# [Work request]
Every line below that contains the word "wire" must be copied.
- - - - - - -
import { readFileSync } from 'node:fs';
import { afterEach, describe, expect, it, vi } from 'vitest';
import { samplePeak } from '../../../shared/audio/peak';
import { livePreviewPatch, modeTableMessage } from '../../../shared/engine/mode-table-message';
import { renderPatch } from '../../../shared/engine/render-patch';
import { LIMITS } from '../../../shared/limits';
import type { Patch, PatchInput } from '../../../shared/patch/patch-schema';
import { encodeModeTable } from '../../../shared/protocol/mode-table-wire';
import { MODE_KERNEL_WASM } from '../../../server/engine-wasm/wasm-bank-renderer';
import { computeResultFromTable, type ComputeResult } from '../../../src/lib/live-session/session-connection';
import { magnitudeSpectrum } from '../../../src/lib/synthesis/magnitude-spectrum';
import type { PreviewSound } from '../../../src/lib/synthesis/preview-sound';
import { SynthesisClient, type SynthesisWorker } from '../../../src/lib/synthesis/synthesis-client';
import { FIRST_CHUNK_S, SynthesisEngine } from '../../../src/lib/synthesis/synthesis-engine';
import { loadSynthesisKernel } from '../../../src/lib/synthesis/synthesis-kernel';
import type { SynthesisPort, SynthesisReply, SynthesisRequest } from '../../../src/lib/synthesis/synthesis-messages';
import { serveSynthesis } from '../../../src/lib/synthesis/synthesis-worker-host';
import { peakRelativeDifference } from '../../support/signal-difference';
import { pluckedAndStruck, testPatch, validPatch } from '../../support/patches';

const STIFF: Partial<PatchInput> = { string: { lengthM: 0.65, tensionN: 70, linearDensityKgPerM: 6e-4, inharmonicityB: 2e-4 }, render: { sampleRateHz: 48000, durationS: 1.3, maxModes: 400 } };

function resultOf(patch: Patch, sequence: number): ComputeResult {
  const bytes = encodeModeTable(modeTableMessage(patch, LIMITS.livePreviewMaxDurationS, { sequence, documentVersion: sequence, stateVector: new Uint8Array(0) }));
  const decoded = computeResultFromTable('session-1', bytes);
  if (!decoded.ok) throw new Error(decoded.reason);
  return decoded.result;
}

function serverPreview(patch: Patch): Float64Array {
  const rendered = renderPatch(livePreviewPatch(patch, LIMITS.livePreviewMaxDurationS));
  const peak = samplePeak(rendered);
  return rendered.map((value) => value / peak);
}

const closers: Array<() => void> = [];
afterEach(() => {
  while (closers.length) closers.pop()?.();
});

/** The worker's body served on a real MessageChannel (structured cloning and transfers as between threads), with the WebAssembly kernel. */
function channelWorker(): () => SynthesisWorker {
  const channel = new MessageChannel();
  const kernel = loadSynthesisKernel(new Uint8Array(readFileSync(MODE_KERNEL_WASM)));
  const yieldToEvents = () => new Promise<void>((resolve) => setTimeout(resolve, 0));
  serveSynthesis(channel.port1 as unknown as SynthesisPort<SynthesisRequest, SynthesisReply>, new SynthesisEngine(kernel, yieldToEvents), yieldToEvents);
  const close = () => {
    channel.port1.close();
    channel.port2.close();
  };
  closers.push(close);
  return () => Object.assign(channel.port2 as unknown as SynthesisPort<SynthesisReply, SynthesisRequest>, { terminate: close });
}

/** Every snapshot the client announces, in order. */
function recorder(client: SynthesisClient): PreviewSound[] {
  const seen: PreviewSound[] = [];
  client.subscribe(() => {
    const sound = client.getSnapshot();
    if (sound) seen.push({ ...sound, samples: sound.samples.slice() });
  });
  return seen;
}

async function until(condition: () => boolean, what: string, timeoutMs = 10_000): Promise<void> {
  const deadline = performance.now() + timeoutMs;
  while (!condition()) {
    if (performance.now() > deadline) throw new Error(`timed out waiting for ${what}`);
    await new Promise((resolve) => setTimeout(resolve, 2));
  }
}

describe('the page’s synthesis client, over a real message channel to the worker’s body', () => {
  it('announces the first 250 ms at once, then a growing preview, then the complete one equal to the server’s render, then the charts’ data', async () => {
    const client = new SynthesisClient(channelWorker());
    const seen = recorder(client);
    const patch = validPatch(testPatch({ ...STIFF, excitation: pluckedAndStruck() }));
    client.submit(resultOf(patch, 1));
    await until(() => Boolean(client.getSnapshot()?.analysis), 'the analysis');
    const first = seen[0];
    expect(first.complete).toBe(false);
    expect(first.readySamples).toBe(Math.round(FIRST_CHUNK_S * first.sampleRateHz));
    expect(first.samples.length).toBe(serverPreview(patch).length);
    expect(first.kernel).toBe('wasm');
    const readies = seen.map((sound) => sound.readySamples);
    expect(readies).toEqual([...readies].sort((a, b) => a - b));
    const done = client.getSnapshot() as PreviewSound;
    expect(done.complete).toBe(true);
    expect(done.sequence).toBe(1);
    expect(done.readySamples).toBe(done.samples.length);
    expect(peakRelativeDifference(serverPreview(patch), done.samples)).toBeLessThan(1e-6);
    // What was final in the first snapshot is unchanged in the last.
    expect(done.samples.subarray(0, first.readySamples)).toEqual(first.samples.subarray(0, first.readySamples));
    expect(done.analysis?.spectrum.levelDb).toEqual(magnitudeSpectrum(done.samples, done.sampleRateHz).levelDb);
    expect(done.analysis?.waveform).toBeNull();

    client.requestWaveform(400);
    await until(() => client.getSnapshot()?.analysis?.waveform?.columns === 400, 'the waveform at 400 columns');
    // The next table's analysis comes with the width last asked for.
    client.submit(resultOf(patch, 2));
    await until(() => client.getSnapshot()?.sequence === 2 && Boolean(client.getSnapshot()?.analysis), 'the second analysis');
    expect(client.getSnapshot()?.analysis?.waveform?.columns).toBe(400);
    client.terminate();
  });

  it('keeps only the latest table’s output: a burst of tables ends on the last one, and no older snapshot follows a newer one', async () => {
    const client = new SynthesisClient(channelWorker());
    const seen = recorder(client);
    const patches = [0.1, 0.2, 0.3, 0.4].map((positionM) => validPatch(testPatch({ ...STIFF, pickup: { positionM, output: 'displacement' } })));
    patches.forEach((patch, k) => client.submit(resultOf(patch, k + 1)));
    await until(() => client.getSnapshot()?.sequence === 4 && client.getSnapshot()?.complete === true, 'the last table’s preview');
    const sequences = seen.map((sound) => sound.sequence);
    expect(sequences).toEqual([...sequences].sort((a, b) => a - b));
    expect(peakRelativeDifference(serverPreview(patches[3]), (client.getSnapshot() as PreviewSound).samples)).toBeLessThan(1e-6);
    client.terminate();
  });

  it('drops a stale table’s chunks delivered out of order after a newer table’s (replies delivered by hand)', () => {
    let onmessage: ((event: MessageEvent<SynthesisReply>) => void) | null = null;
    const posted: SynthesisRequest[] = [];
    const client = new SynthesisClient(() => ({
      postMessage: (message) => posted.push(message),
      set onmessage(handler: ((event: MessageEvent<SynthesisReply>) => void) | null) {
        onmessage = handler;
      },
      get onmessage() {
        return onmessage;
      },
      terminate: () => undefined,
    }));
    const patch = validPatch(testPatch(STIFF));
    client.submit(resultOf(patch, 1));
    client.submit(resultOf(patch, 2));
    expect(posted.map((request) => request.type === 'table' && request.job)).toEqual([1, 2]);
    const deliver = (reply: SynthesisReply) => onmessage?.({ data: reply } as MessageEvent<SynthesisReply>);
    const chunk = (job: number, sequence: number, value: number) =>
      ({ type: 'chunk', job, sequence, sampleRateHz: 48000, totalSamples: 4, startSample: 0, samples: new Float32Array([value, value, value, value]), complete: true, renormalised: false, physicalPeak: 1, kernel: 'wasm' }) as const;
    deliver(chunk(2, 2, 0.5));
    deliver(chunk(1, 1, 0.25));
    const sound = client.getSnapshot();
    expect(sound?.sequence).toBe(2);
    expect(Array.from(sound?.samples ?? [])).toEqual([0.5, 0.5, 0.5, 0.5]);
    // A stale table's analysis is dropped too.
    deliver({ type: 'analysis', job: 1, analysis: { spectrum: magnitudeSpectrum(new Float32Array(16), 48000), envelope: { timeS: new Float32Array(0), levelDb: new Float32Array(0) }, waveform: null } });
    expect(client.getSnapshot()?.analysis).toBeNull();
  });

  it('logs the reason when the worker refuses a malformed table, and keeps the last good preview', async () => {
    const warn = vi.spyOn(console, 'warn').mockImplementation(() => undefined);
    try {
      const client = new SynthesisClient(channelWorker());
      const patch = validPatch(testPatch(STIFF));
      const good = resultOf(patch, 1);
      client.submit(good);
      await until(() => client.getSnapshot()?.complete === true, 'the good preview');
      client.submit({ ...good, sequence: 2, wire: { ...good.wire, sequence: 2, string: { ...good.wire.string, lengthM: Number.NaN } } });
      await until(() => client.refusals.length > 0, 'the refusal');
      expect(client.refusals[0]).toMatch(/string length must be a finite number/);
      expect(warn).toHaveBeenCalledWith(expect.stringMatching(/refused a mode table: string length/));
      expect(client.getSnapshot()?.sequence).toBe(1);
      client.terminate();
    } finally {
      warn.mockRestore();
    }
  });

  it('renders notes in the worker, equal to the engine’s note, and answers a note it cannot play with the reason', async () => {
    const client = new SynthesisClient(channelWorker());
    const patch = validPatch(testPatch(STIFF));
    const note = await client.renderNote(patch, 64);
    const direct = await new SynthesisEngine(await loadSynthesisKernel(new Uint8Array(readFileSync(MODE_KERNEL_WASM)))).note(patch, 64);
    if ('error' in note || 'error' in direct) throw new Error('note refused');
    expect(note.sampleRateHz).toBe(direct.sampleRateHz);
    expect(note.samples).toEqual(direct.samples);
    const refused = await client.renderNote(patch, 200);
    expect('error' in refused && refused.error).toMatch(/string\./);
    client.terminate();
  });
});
- - - - - - -
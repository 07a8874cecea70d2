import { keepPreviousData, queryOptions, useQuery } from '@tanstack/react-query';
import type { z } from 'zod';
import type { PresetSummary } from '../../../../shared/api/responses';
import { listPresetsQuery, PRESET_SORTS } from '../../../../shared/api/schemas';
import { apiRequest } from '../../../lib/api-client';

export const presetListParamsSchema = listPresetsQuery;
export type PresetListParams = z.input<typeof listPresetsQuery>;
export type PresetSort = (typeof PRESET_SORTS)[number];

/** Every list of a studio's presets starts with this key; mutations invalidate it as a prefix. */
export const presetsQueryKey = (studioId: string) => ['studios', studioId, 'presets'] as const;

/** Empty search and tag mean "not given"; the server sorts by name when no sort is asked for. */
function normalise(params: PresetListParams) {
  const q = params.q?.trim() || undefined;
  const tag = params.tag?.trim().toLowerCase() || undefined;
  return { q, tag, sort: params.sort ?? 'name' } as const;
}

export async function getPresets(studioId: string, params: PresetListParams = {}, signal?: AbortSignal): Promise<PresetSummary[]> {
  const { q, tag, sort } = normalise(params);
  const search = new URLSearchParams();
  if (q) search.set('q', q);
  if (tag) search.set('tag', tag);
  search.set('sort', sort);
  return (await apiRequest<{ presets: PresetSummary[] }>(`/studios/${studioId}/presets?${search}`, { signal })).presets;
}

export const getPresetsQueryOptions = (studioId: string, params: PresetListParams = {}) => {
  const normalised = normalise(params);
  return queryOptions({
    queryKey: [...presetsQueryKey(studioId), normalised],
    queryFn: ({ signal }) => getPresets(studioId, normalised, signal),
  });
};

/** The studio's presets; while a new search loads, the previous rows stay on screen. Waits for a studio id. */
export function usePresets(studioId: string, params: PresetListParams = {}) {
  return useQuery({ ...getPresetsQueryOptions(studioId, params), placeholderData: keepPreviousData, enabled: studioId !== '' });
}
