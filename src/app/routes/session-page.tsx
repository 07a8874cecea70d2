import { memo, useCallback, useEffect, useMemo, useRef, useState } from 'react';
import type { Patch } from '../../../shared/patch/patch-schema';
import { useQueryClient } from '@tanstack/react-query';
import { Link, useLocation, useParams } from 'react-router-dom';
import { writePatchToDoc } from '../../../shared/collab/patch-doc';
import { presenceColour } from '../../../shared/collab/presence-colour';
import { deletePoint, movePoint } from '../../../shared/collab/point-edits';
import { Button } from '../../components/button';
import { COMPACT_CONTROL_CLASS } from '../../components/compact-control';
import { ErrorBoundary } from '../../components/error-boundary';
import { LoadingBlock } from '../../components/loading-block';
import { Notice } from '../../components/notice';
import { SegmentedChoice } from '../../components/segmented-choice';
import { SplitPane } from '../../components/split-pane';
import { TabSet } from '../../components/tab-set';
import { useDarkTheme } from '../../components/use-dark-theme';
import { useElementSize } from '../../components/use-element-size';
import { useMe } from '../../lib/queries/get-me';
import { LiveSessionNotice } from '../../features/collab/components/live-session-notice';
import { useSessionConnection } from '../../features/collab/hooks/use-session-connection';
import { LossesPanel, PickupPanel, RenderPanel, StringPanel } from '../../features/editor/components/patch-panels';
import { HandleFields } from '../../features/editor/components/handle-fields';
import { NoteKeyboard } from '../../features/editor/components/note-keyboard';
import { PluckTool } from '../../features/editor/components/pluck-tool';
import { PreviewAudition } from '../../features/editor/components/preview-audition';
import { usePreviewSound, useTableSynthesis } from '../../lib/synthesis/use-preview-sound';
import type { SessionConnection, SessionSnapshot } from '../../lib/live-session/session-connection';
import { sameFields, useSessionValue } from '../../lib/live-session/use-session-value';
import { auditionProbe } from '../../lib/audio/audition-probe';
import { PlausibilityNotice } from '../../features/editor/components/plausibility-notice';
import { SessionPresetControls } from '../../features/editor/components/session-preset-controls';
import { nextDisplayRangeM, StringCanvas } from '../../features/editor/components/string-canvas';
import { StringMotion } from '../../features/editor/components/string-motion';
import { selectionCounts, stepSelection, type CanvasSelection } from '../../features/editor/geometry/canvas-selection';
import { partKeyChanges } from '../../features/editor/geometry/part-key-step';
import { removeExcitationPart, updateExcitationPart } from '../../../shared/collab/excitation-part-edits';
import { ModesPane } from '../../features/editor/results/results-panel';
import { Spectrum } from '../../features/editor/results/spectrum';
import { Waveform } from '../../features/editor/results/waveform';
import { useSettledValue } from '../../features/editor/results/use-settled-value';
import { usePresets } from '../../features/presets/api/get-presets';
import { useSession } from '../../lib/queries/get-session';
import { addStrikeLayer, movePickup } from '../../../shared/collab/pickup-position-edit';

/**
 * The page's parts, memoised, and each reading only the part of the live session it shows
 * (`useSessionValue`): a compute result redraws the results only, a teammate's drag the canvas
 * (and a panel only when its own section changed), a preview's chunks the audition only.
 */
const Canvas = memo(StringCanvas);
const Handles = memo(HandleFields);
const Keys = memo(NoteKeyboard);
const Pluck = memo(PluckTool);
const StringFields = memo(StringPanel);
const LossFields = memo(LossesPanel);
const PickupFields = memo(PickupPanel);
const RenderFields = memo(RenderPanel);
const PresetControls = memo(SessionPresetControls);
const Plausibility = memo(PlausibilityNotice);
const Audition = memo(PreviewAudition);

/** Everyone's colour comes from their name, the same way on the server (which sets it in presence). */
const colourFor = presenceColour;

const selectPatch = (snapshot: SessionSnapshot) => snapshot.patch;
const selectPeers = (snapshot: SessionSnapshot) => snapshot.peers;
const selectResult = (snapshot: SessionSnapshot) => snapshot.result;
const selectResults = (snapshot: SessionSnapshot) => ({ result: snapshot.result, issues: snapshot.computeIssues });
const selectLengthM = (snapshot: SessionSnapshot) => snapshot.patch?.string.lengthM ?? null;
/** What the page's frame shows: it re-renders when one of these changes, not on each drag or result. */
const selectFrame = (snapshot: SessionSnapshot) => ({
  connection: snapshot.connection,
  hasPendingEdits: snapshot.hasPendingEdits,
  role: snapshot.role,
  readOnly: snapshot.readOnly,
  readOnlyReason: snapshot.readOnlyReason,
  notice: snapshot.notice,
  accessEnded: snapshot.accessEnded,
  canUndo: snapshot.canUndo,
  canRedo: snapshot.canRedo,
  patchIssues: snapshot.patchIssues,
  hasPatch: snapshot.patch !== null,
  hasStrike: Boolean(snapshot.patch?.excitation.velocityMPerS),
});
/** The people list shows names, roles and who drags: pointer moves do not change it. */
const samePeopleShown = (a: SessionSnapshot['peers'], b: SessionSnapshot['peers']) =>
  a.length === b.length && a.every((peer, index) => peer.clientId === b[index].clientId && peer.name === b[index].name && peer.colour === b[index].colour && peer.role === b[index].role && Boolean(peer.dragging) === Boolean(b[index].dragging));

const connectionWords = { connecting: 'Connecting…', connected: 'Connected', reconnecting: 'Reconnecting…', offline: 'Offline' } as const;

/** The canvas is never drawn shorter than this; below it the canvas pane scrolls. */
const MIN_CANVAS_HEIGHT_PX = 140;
- - - - - - -
# [Exercise solution]
import { encodeModeTable } from '../../../shared/protocol/mode-table-wire';
      client.submit({ ...good, sequence: 2, wire: { ...good.wire, sequence: 2, string: { ...good.wire.string, lengthM: Number.NaN } } });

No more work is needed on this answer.